Ortaokulu bitirenlerin gideceği okullar Öğretmen Okulları, Sağlık Kolejleri, İmam-hatip Liseleriydi. Hele de bu okulları parasız yatılı okumak ailelerin biricik dilekleriydi. Yatılı okuyunca aile zaten yetersiz olan bütçeleri fazla açık vermezdi.
İyi bir derece ile bitirdim ortaokulu. Yatılı ve gündüzlü Öğretmen Okulları sınavlarına girdim. Sınav sonuçları ancak eylül başlarında açıklanırdı. Yaz tatili benim için tatilin güzelliğinden öte kaygılı bir bekleyiş içinde geçti. Yatılı okula bir yıl önce girme başarısını gösteren köylüm bir arkadaşla buluştuk. Arkadaşım başarılı öğrenci olduğumun farkındaydı. Endişe etmemem gerekmediğini sınavlarda başarılı olacağımı söylüyordu. Ben yatılı okulla ilgili bilgi edinmek istiyordum:
Öncelikle iki sınavla yatılı okula girilebilirdi ancak. Onlarca ortaokullu öğrencilerin arasından okula girme başarısını göstererek okula girme başarısını gösterenlerin oluşturduğu sınıflarda başarısızlık görülüp görülmediğini sordum. Arkadaşım gülerek anlatmaya başladı:
“Ben de senin gibi düşünüyordum okula girmeden önce. Hiç senin düşündüğün gibi değil…”
“Peki ya nasıl?”
“İnan! Birinci dönemin sonunda karnesine zayıf getirmeyen çok az arkadaş vardı!” Şaşırdım! Devam etti arkadaşım sözlerine:
“Hiç tedirgin olma. Eğer sınavları kazanırsan öğretmenlik için idealist duygular kazanarak başarılı bir biçimde öğrencilik yaşayacağına inanıyorum…” Arkadaşımın anlattıkları yaylaların serin rüzgârları gibi ruhumu ferahlanırdı...
Sınav sonuçları açıklandı. Benimle beraber ellinin üzerinde arkadaşım birinci sınavı kazanmıştı. Bizi ikinci sınav bekliyordu. İkinci sınav için ilk kez başka bir ile gidecektim. Uzun bir yolculuktan sonra Trabzon’a ulaştık arkadaşlarımla. Sınav! Adı üstünde sınav! Hatta bu konuda Napolyon’a atfedilen şöyle bir söz var,” Benim için üç savaş bir sınavdan daha kolaydır.” Yazılı yapılan sınavın sonucu beklediğimiz bir hafta bir yıl gibi uzun geçti.
Nihayet kazananların listesinde adım vardı. Ortaokulda iftihar listesine geçme başarısı gösteren arkadaşlardan bu sınavlarda başarısız olanlar oldu!
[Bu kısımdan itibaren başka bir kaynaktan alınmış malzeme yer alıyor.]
//! Pure phase screens: spiral (vortex) phase plates and tilts.
//!
//! Conventions: the vortex multiplies by `exp(ilφ)` with
//! `φ = atan2(y − y0, x − x0)`, so `l > 0` carries `+lħ` per photon about
//! +z. Pixels within [`VORTEX_AVERAGED_RADIUS`] pixels of the singularity
//! get the pixel average of `exp(ilφ)` (16×16 sub-samples), as a real plate
//! imaged onto the pixel would give: a pixel centred on the singularity
//! transmits 0 instead of an arbitrary phase, so the sampled vortex has a
//! dark core rather than a point source on its axis; the tilt multiplies by `exp(ik(x·sinθx + y·sinθy))`, steering the beam
//! towards +x for `θx > 0`.

use num_complex::Complex64;

use super::Transmission;
use crate::field::Field;

/// Pixels closer than this many spacings to the vortex centre are averaged.
pub const VORTEX_AVERAGED_RADIUS: f64 = 3.0;

/// A spiral phase plate of integer charge `l`.
#[derive(Debug, Clone, Copy, PartialEq)]
pub struct Vortex {
    /// Topological charge.
    pub charge: i32,
    /// Centre of the singularity `[x, y]`, metres.
    pub offset_m: [f64; 2],
}

impl Vortex {
    /// Transmission of the pixel of side `dx_m` centred at `(x, y)`.
    pub fn pixel_transmission(&self, x_m: f64, y_m: f64, dx_m: f64) -> Complex64 {
        const SUB: usize = 16;
        let l = self.charge as f64;
        let (x, y) = (x_m - self.offset_m[0], y_m - self.offset_m[1]);
        if x.hypot(y) >= VORTEX_AVERAGED_RADIUS * dx_m {
            return Complex64::from_polar(1.0, l * y.atan2(x));
        }
        let mut sum = Complex64::new(0.0, 0.0);
        for iy in 0..SUB {
            let ys = y + ((iy as f64 + 0.5) / SUB as f64 - 0.5) * dx_m;
            for ix in 0..SUB {
                let xs = x + ((ix as f64 + 0.5) / SUB as f64 - 0.5) * dx_m;
                sum += Complex64::from_polar(1.0, l * ys.atan2(xs));
            }
        }
        sum / (SUB * SUB) as f64
    }

    /// Multiplies the field by `exp(ilφ)` (pixel-averaged near the centre);
    /// the power passed is `Σ|t|²·|U|²·dx²`, slightly below the input because
    /// the averaged core pixels transmit less than 1.
    pub fn apply(&self, field: &mut Field) -> Transmission {
        let power_in_w = field.power_w();
        let dx = field.grid().spacing_m();
        field.multiply_by(|x, y| self.pixel_transmission(x, y, dx));
        let p = field.power_w();
        Transmission {
            power_in_w,
            power_out_w: p,
            power_sampled_w: p,
        }
    }
}

/// A wavefront tilt.
#[derive(Debug, Clone, Copy, PartialEq)]
pub struct Tilt {
    /// Tilt angle about the y axis (beam steered in x), radians.
    pub x_rad: f64,
    /// Tilt angle about the x axis (beam steered in y), radians.
    pub y_rad: f64,
}

impl Tilt {
    /// Multiplies the field by the linear phase.
    pub fn apply(&self, field: &mut Field) -> Transmission {
        let p = field.power_w();
        let k = field.wavenumber_per_m();
        let (sx, sy) = (self.x_rad.sin(), self.y_rad.sin());
        field.multiply_by(|x, y| Complex64::from_polar(1.0, k * (x * sx + y * sy)));
        Transmission::lossless(p)
    }
}

#[cfg(test)]
mod tests {
    use super::*;

    #[test]
    fn vortex_core_pixel_is_dark_and_far_pixels_are_unit_phasors() {
        // By symmetry the average of exp(ilφ) over a square centred on the
        // singularity vanishes for every l ≠ 0 (common practice).
        for l in [1, -2, 3] {
            let v = Vortex {
                charge: l,
                offset_m: [0.0, 0.0],
            };
            assert!(v.pixel_transmission(0.0, 0.0, 1e-5).norm() < 1e-12);
            let t = v.pixel_transmission(5e-5, 2e-5, 1e-5);
            let expected = Complex64::from_polar(1.0, l as f64 * 2f64.atan2(5.0));
            assert!((t - expected).norm() < 1e-15);
            // A neighbour of the core has |t| < 1 but keeps the phase direction.
            let n = v.pixel_transmission(1e-5, 0.0, 1e-5);
            assert!(
                n.norm() < 1.0 && n.norm() > 0.3 && n.arg().abs() < 1e-12,
                "l = {l}: {n}"
            );
        }
    }
}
Okul yılları su gibi aktı bitti! İlk aylarda büyük bir kente, yatılı okulun kurallarına intibak etmede biraz sıkıntı çektik. Ailemizden en fazla bir hafta uzak kalmıştık. Bu kez aylarca sıcak aile yuvasını göremeyecektik. 15-16 yaşlarında çocuk denen yaşlardaydık. Ara tatili iple çektik.
Ara tatilde uçarcasına döndük doğduğumuz topraklara. Üç yıllık öğrencilik yıllarımda ilk sömestri dönemdeki gibi özlemler yaşamadım. Bir haziran sonunda sınavlarla birlikte öğrencilikte bitti. Bir ay sonra atamamız yapıldı. İlk maaş aldığımda 18 yaşımı bitirmemiştim. Ve kuş uçmaz kervan geçmez, yolu, suyu olmayan köylerin yolu gözüktü bana ve de benim gibi biricik düşüncesi karanlık köylerimize ışık götürmek amacı taşıyan çiçeği burnunda öğretmenlere.
YORUMLAR
Henüz yorum yapılmamış.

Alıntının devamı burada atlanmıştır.